WHAT TO WORK ON: How many of the lines in the data contain "errors"? Give only the number.

PROVIDED RECORDS:
import fc from "fast-check";
import * as nearFar from "../../../src/model/codes/near-far";
import * as timing from "../../../src/model/codes/timing";
import { published, publishedValue, title, type Published } from "../../checks/published";
import { relativeError } from "../../support/relative-error";

/** Bit and timing-advance step of a 13 MHz clock divided by 48, in microseconds (3GPP TS 45.010). */
const GSM_BIT_US = 48 / 13;
/** Some sources compute with 3e8 m/s. */
const exactOver3e8 = 299_792_458 / 3e8;

function within({ expected, tolerance }: Published, actual: number): void {
  expect(Math.abs(actual - expected)).toBeLessThanOrEqual(tolerance!);
}

function check(id: string, actual: (inputs: Record<string, number>) => number): void {
  const entry = publishedValue(id);
  test(title(entry), () => within(entry, actual(entry.inputs as Record<string, number>)));
}

describe("published values", () => {
  check("TT-05", ({ bit_us }) => 1000 * timing.radius(0, 1, bit_us));
  check("TT-06", ({ TA, bit_us }) => (1000 * timing.radius(0, TA, bit_us)) / exactOver3e8);
  check("TT-08", ({ TA }) => 1000 * timing.radius(0, TA, GSM_BIT_US));
  check("TT-09", ({ guard_bits }) => 1000 * timing.radius(guard_bits! * GSM_BIT_US));
  check("TT-13", ({ guard_bits }) => timing.radius((guard_bits! * 40_000) / 1944) / exactOver3e8);
  check("TT-21", ({ guard_bits, rate_kbps }) => timing.radius((1000 * guard_bits!) / rate_kbps!));
  // LTE and NR: Ts = 1/30.72 us, a step is 16 Ts, in NR divided by 2^mu.
  check("TT-41", ({ TA_step_Ts }) => 1000 * timing.radius(0, 1, TA_step_Ts! / 30.72));
  check("TT-42", ({ TA_max }) => timing.radius(0, TA_max, 16 / 30.72));
  for (const { id } of published("TT-44"))
    check(id, ({ TA_max, mu }) => timing.radius(0, TA_max, 16 / 30.72 / 2 ** mu!));
  check("TT-50", ({ TCP_Ts, TSEQ_Ts, total_Ts }) => {
    const guardTs = Math.min(TCP_Ts!, total_Ts! - TCP_Ts! - TSEQ_Ts!);
    return timing.radius(guardTs / 30.72) / exactOver3e8;
  });
  check("CD-31", ({ d1_m, d2_m, n }) => nearFar.range(d1_m! / 1000, d2_m! / 1000, n!));
});

describe("common practice", () => {
  test("63 steps of 48/13 us reach about 35 km", () => {
    expect(timing.radius(0, 63, GSM_BIT_US)).toBeCloseTo(34.87, 2);
  });

  test("a guard of 8.25 bits alone, without timing advance, reaches about 4.6 km", () => {
    expect(timing.radius(8.25 * GSM_BIT_US)).toBeCloseTo(4.566, 3);
  });

  test("timing advance keeps bursts in their slots all over the cell: what is left over fits into the guard", () => {
    fc.assert(
      fc.property(fc.double({ min: 0, max: 34.8, noNaN: true }), (distanceKm) => {
        const late = timing.guard(distanceKm);
        const steps = timing.steps(distanceKm, GSM_BIT_US);
        expect(steps).toBeLessThanOrEqual(63);
        expect(Math.abs(late - steps * GSM_BIT_US)).toBeLessThanOrEqual(GSM_BIT_US / 2 + 1e-9);
        // Without it, bursts from beyond the reach of the guard alone run into the next slot.
        if (distanceKm > timing.radius(8.25 * GSM_BIT_US)) expect(late).toBeGreaterThan(8.25 * GSM_BIT_US);
      }),
      { seed: 1 },
    );
  });
});

describe("what must hold", () => {
  const km = fc.double({ min: 1e-6, max: 1e6, noNaN: true });

  test("guard and radius undo each other", () => {
    fc.assert(
      fc.property(km, (radius) => {
        expect(relativeError(timing.radius(timing.guard(radius)), radius)).toBeLessThan(1e-15);
      }),
      { seed: 2 },
    );
  });

  test("steps are whole and nearest", () => {
    fc.assert(
      fc.property(km, fc.double({ min: 0.01, max: 100, noNaN: true }), (distance, step) => {
        const steps = timing.steps(distance, step);
        expect(Number.isInteger(steps)).toBe(true);
        expect(Math.abs(steps - timing.guard(distance) / step)).toBeLessThanOrEqual(0.5);
      }),
      { seed: 3 },
    );
  });

  test("efficiency: all guard leaves nothing, no guard and no overhead everything", () => {
    expect(timing.efficiency(577, 577)).toBe(0);
    expect(timing.efficiency(577, 0)).toBe(1);
    expect(timing.efficiency(577, 0, 0.25)).toBe(0.75);
    expect(timing.efficiency(500, 100, 0.5)).toBe(0.4);
  });

  test("errors name the parameter", () => {
    expect(() => timing.radius(-1)).toThrow("guardTimeUs is -1; allowed: a time from 0 to 1E+9 us.");
    expect(() => timing.radius(0, 1.5, 1)).toThrow("advanceSteps is 1.5");
    expect(() => timing.steps(1, 0)).toThrow("stepUs is 0");
    expect(() => timing.efficiency(500, 501)).toThrow(
      "guardUs is 501; allowed: a guard time up to the slot of 500 us.",
    );
    expect(() => timing.guard(-1)).toThrow("radiusKm is -1");
  });
});

describe("near and far", () => {
  test("a single user has the processing gain over noise", () => {
    expect(nearFar.sinr(-100, 1, 30, 21, -90)).toBe(11);
  });

  test("others as strong: the gain is shared; 20 dB stronger: a hundredfold interference", () => {
    expect(nearFar.sinr(0, 11, 0, 10, -900)).toBeCloseTo(0, 12);
    expect(nearFar.sinr(0, 11, 20, 10, -900)).toBeCloseTo(-20, 12);
  });

  test("a farthest user nearer than the nearest is refused", () => {
    expect(() => nearFar.range(2, 1, 4)).toThrow("farKm is 1; allowed: a distance of at least nearKm, 2.");
    expect(nearFar.range(2, 2, 4)).toBe(0);
    expect(() => nearFar.sinr(-100, 0, 0, 21, -100)).toThrow("users is 0");
  });
});
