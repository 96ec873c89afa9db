import { count, domain, requireIn } from "../domain";
import { carrierSpacing, carriersPerSector } from "./spectrum";
import { subscribersOf } from "./subscribers";

export const slotCount = domain(1, 10_000, "a whole number of slots from 1 to 10,000", { whole: true });

/**
 * Simultaneous users of one sector where each has a time slot of a carrier: whole carriers times slots, less control.
 *
 * @param bandwidthMHz spectrum of one direction, MHz
 * @param carrierSpacingKHz carrier spacing, kHz
 * @param slotsPerCarrier slots of a carrier
 * @param clusterSize cells that share the spectrum once
 * @param sectors sectors of a site
 * @param guardKHz guard at both edges together, kHz
 * @param controlSlots slots of the sector that carry control
 */
export function channels(
  bandwidthMHz: number,
  carrierSpacingKHz: number,
  slotsPerCarrier: number,
  clusterSize: number,
  sectors = 1,
  guardKHz = 0,
  controlSlots = 1,
): number {
  requireIn(carrierSpacing, "carrierSpacingKHz", carrierSpacingKHz);
  requireIn(slotCount, "slotsPerCarrier", slotsPerCarrier);
  requireIn(count, "controlSlots", controlSlots);
  const carriers = carriersPerSector(bandwidthMHz, carrierSpacingKHz, clusterSize, sectors, guardKHz);
  return Math.max(0, carriers * slotsPerCarrier - controlSlots);
}

/**
 * Subscribers of one sector at a blocking target: floor(Erlang-B traffic / traffic of one).
 *
 * @param bandwidthMHz as for channels
 * @param carrierSpacingKHz as for channels
 * @param slotsPerCarrier as for channels
 * @param clusterSize as for channels
 * @param trafficPerUserE traffic of one subscriber, erlang
 * @param blocking blocking target
 * @param sectors as for channels
 * @param guardKHz as for channels
 * @param controlSlots as for channels
 */
export function subscribers(
  bandwidthMHz: number,
  carrierSpacingKHz: number,
  slotsPerCarrier: number,
  clusterSize: number,
  trafficPerUserE: number,
  blocking: number,
  sectors = 1,
  guardKHz = 0,
  controlSlots = 1,
): number {
  const group = channels(
    bandwidthMHz,
    carrierSpacingKHz,
    slotsPerCarrier,
    clusterSize,
    sectors,
    guardKHz,
    controlSlots,
  );
  return subscribersOf(group, trafficPerUserE, blocking);
}
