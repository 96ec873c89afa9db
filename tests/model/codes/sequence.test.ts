import { bound } from "../../../src/model/codes/code";
import { correlation } from "../../../src/model/codes/correlation";
import { decimated, maximalBits } from "../../../src/model/codes/maximal";
import { peak } from "../../../src/model/codes/peak";
import { codeLengths, FAMILIES, sequence, setSize, type Family } from "../../../src/model/codes/sequence";
import { published, publishedValue, title } from "../../checks/published";

function codeSet(family: Family, length: number): number[][] {
  return Array.from({ length: setSize(family, length) }, (_, index) => sequence(family, length, index));
}

function dot(a: readonly number[], b: readonly number[]): number {
  return a.reduce((sum, chip, k) => sum + chip * b[k]!, 0);
}

/** Periodic correlation at all delays, by definition. */
function spectrum(a: readonly number[], b: readonly number[]): number[] {
  return a.map((_, d) => a.reduce((sum, chip, k) => sum + chip * b[(k - d + b.length) % b.length]!, 0));
}

/**
 * Values of the correlation of `bits` with all shifts of the maximal-length sequence of index 0: its windows of `degree` bits are
 * all numbers but 0, so that a Walsh-Hadamard transform of the bits put in that order has them all.
 */
function fastSpectrum(bits: Uint8Array, degree: number): number[] {
  const base = maximalBits(degree);
  const values = new Float64Array(2 ** degree);
  for (let k = 0; k < base.length; k++) {
    let window = 0;
    for (let i = 0; i < degree; i++) window = 2 * window + base[(k + i) % base.length]!;
    values[window] = 1 - 2 * bits[k]!;
  }
  for (let half = 1; half < values.length; half *= 2) {
    for (let i = 0; i < values.length; i++) {
      if (i & half) continue;
      const [a, b] = [values[i]!, values[i + half]!];
      values[i] = a + b;
      values[i + half] = a - b;
    }
  }
  // The all-zero mask is no shift of the sequence but the sum of the bits.
  return Array.from(values).slice(1);
}

const within = (actual: number, expected: number, tolerance: number | undefined): void =>
  expect(Math.abs(actual - expected)).toBeLessThanOrEqual(tolerance!);

describe("maximal-length sequences", () => {
  test.each(codeLengths("maximal").map((length) => [length]))("length %p: the polynomial is primitive", (length) => {
    const degree = Math.log2(length + 1);
    const bits = maximalBits(degree);
    const windows = new Set<number>();
    for (let k = 0; k < length; k++) {
      let window = 0;
      for (let i = 0; i < degree; i++) window = 2 * window + bits[(k + i) % length]!;
      windows.add(window);
    }
    // All windows but the zero one appear once in a period.
    expect(windows.size).toBe(length);
    expect(windows.has(0)).toBe(false);
  });

  test.each(
    published("SQ-")
      .filter(({ id }) => /^SQ-\d+a$/.test(id))
      .map((entry) => [title(entry), entry] as const),
  )("%s", (_, { inputs, expected }) => expect(setSize("maximal", inputs["period"] as number)).toBe(expected));

  test("every index is a maximal-length sequence of its own: off zero delay the correlation is -1", () => {
    for (const length of [3, 7, 15, 31, 63]) {
      const codes = codeSet("maximal", length);
      for (const code of codes) {
        expect(
          spectrum(code, code)
            .slice(1)
            .every((value) => value === -1),
        ).toBe(true);
        expect(
          dot(
            code,
            code.map(() => 1),
          ),
        ).toBe(-1);
      }
      const shapes = codes.map((code) => code.map((_, d) => [...code.slice(d), ...code.slice(0, d)].join()).sort()[0]);
      expect(new Set(shapes).size).toBe(codes.length);
    }
  });

  const peaks = published("SQ-").filter(({ id }) => /^SQ-\d+b$/.test(id));
  const small = peaks.filter(({ inputs }) => (inputs["degree_n"] as number) <= 10);
  test.each(small.map((entry) => [title(entry), entry] as const))("%s, all pairs", (_, { inputs, expected }) => {
    const period = inputs["period"] as number;
    expect(peak(codeSet("maximal", period)) * period).toBeCloseTo(expected, 9);
  });

  const large = peaks.filter(({ inputs }) => (inputs["degree_n"] as number) > 10);
  test.each(large.map((entry) => [title(entry), entry] as const))(
    "%s, with index 0, since pair (r, s) correlates as (1, s/r)",
    (_, { inputs, expected }) => {
      const degree = inputs["degree_n"] as number;
      const period = inputs["period"] as number;
      let largest = 0;
      for (let index = 1; index < setSize("maximal", period); index++) {
        const bits = Uint8Array.from(sequence("maximal", period, index), (chip) => (1 - chip) / 2);
        for (const value of fastSpectrum(bits, degree)) largest = Math.max(largest, Math.abs(value));
      }
      expect(largest).toBe(expected);
    },
  );

  test("the fast spectrum is the plain one", () => {
    const a = sequence("maximal", 63, 0);
    const b = sequence("maximal", 63, 2);
    const bits = Uint8Array.from(b, (chip) => (1 - chip) / 2);
    const plain = spectrum(b, a).sort((x, y) => x - y);
    expect(fastSpectrum(bits, 6).sort((x, y) => x - y)).toEqual(plain);
  });
});

describe("Gold codes", () => {
  const t = (degree: number): number => 1 + 2 ** Math.floor((degree + 2) / 2);

  test.each(codeLengths("gold").map((length) => [length]))("length %p: u and v are a preferred pair", (length) => {
    const degree = Math.log2(length + 1);
    const values = new Set(spectrum(sequence("gold", length, 0), sequence("gold", length, 1)));
    expect([...values].sort((a, b) => a - b)).toEqual([-t(degree), -1, t(degree) - 2]);
  });

  test.each(
    published("SQ-")
      .filter(({ id }) => /^SQ-\d+c$/.test(id))
      .map((entry) => [title(entry), entry] as const),
  )("%s: reached by a pair where the degree is no multiple of 4, by none where it is", (_, { inputs, expected }) => {
    const degree = inputs["degree_n"] as number;
    const u = maximalBits(degree);
    const spread = (step: number): Set<number> => new Set(fastSpectrum(decimated(u, step), degree));
    if (degree % 4 === 0) {
      expect(t(degree)).toBe(expected);
      for (let index = 1; index < setSize("maximal", u.length); index++) {
        const other = Uint8Array.from(sequence("maximal", u.length, index), (chip) => (1 - chip) / 2);
        const values = new Set(fastSpectrum(other, degree));
        expect(values.size === 3 && Math.max(...[...values].map(Math.abs)) === expected).toBe(false);
      }
    } else {
      expect([...spread(degree % 2 === 1 ? 3 : 5)].sort((a, b) => a - b)).toEqual([-expected, -1, expected - 2]);
    }
  });

  test(title(publishedValue("SQ-G05m")), () => {
    expect(peak(codeSet("gold", 31)) * 31).toBeCloseTo(publishedValue("SQ-G05m").expected, 9);
  });

  test(title(publishedValue("SQ-G07s")), () => {
    expect(setSize("gold", 127)).toBe(publishedValue("SQ-G07s").expected);
    const codes = codeSet("gold", 127);
    expect(new Set(codes.map((code) => code.join())).size).toBe(129);
    expect(peak(codes) * 127).toBeCloseTo(t(7), 9);
  });
});

describe("Kasami codes", () => {
  test.each(codeLengths("kasami").map((length) => [length]))(
    "length %p: peak 1 + 2^(n/2), which nothing beats",
    (length) => {
      const degree = Math.log2(length + 1);
      const codes = codeSet("kasami", length);
      expect(codes.length).toBe(2 ** (degree / 2));
      expect(peak(codes) * length).toBeCloseTo(1 + 2 ** (degree / 2), 9);
      // Peaks are odd, so the next lower one is 2 below.
      expect(bound(codes.length, length) * length).toBeGreaterThan(2 ** (degree / 2) - 1);
    },
  );

  test(title(publishedValue("SQ-K04m")), () => {
    expect(peak(codeSet("kasami", 15)) * 15).toBeCloseTo(publishedValue("SQ-K04m").expected, 9);
  });

  test(title(publishedValue("SQ-K10s")), () => {
    expect(setSize("kasami", 1023)).toBe(publishedValue("SQ-K10s").expected);
  });
});

describe("orthogonal codes", () => {
  test(title(publishedValue("SQ-W5")), () => {
    const codes = codeSet("walsh", 64);
    expect(codes.length).toBe(publishedValue("SQ-W5").expected);
    for (const a of codes) for (const b of codes) expect(dot(a, b)).toBe(a === b ? 64 : 0);
  });

  test("Hadamard order: row index has the parity of index and chip", () => {
    expect(codeSet("walsh", 4)).toEqual([
      [1, 1, 1, 1],
      [1, -1, 1, -1],
      [1, 1, -1, -1],
      [1, -1, -1, 1],
    ]);
  });

  test("the code tree of 3GPP TS 25.213, 4.3.1: children are (c, c) and (c, -c)", () => {
    expect(codeSet("ovsf", 4)).toEqual([
      [1, 1, 1, 1],
      [1, 1, -1, -1],
      [1, -1, 1, -1],
      [1, -1, -1, 1],
    ]);
    for (let length = 1; length < 1024; length *= 2) {
      for (const k of [0, 1, length >> 1, length - 1]) {
        if (k >= length) continue;
        const parent = sequence("ovsf", length, k);
        expect(sequence("ovsf", 2 * length, 2 * k)).toEqual([...parent, ...parent]);
        expect(sequence("ovsf", 2 * length, 2 * k + 1)).toEqual([...parent, ...parent.map((chip) => -chip)]);
      }
    }
  });

  test(title(publishedValue("SQ-W6")), () => {
    const { SF_used, users, SF_leaf } = publishedValue("SQ-W6").inputs as Record<string, number>;
    const used = Array.from({ length: users! }, (_, k) => sequence("ovsf", SF_used!, k));
    const free = codeSet("ovsf", SF_leaf!).filter((leaf) =>
      used.every((code) => {
        // Orthogonal whatever the short code's symbols are: in each of its symbols.
        for (let from = 0; from < SF_leaf!; from += SF_used!) {
          if (dot(code, leaf.slice(from, from + SF_used!)) !== 0) return false;
        }
        return true;
      }),
    );
    expect(free.length).toBe(publishedValue("SQ-W6").expected);
  });
});

describe("Welch's bound", () => {
  test.each(published("SQ-W2", "SQ-W3", "SQ-W4").map((entry) => [title(entry), entry] as const))(
    "%s",
    (_, { inputs, expected, tolerance }) => {
      const { M_sequences, N_length } = inputs as Record<string, number>;
      within(bound(M_sequences!, N_length!) * N_length!, expected, tolerance);
    },
  );

  test("a single code, or a single chip", () => {
    expect(bound(1, 31)).toBe(0);
    expect(bound(1, 1)).toBe(0);
    expect(bound(5, 1)).toBe(1);
  });
});

describe("errors say what exists", () => {
  test.each(FAMILIES.map((family) => [family]))("%s lists its lengths", (family) => {
    expect(() => sequence(family, 5, 0)).toThrow(
      `length is 5; allowed: for "${family}" ${codeLengths(family).join(", ")}.`,
    );
  });

  test("an index beyond the set gives its size", () => {
    expect(() => sequence("gold", 127, 129)).toThrow(
      'index is 129; allowed: a whole number from 0 to 128 for "gold" of length 127.',
    );
    expect(() => sequence("gold", 127, -1)).toThrow("index is -1");
    expect(() => sequence("barker", 13, 0)).toThrow('family is the text "barker"');
    expect(() => bound(0, 31)).toThrow("codes is 0");
  });

  test("the longest of each family can be had", () => {
    for (const family of FAMILIES) {
      const lengths = codeLengths(family);
      const longest = lengths[lengths.length - 1]!;
      const last = sequence(family, longest, setSize(family, longest) - 1);
      expect(last.length).toBe(longest);
      expect(correlation(last, last, 0)).toBe(1);
    }
  });
});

SOLUTION: 2